## WHAT YOU NEED TO DO
Set down, please, exactly the lines below that run from the line with "import org.soakwright.planner.batch.Plan;" to the line with "import org.soakwright.recipes.Outcome;", both lines included.

(Dataset items)
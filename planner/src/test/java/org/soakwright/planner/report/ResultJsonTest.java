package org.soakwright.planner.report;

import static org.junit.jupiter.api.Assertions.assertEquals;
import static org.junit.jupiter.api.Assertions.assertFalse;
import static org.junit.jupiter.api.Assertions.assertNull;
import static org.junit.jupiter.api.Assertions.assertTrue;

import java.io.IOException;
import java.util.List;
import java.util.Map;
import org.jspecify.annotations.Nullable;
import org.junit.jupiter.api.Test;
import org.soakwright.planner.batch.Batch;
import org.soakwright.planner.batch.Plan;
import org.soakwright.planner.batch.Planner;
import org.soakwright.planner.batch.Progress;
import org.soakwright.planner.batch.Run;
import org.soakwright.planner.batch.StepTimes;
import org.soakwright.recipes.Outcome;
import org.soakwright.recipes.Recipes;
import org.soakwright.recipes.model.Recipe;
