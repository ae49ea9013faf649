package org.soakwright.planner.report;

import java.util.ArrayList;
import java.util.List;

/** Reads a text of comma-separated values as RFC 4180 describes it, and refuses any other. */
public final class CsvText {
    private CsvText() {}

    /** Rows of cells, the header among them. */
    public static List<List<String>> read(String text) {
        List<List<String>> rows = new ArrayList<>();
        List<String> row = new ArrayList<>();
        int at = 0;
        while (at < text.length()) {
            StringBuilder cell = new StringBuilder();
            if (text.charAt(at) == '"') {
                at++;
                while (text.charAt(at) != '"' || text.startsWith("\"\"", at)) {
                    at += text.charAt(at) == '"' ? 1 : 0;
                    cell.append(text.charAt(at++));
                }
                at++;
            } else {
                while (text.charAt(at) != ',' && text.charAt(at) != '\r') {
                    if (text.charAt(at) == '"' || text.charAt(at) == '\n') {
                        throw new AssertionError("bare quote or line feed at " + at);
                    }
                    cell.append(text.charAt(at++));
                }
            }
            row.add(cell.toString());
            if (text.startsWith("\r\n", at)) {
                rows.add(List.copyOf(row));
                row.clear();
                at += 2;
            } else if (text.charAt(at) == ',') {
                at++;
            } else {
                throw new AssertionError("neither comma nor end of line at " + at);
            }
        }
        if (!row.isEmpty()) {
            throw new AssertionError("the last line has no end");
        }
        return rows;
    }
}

## RESULT OF THE EXERCISE
import org.soakwright.planner.batch.Plan;
import org.soakwright.planner.batch.Planner;
import org.soakwright.planner.batch.Progress;
import org.soakwright.planner.batch.Run;
import org.soakwright.planner.batch.StepTimes;
import org.soakwright.recipes.Outcome;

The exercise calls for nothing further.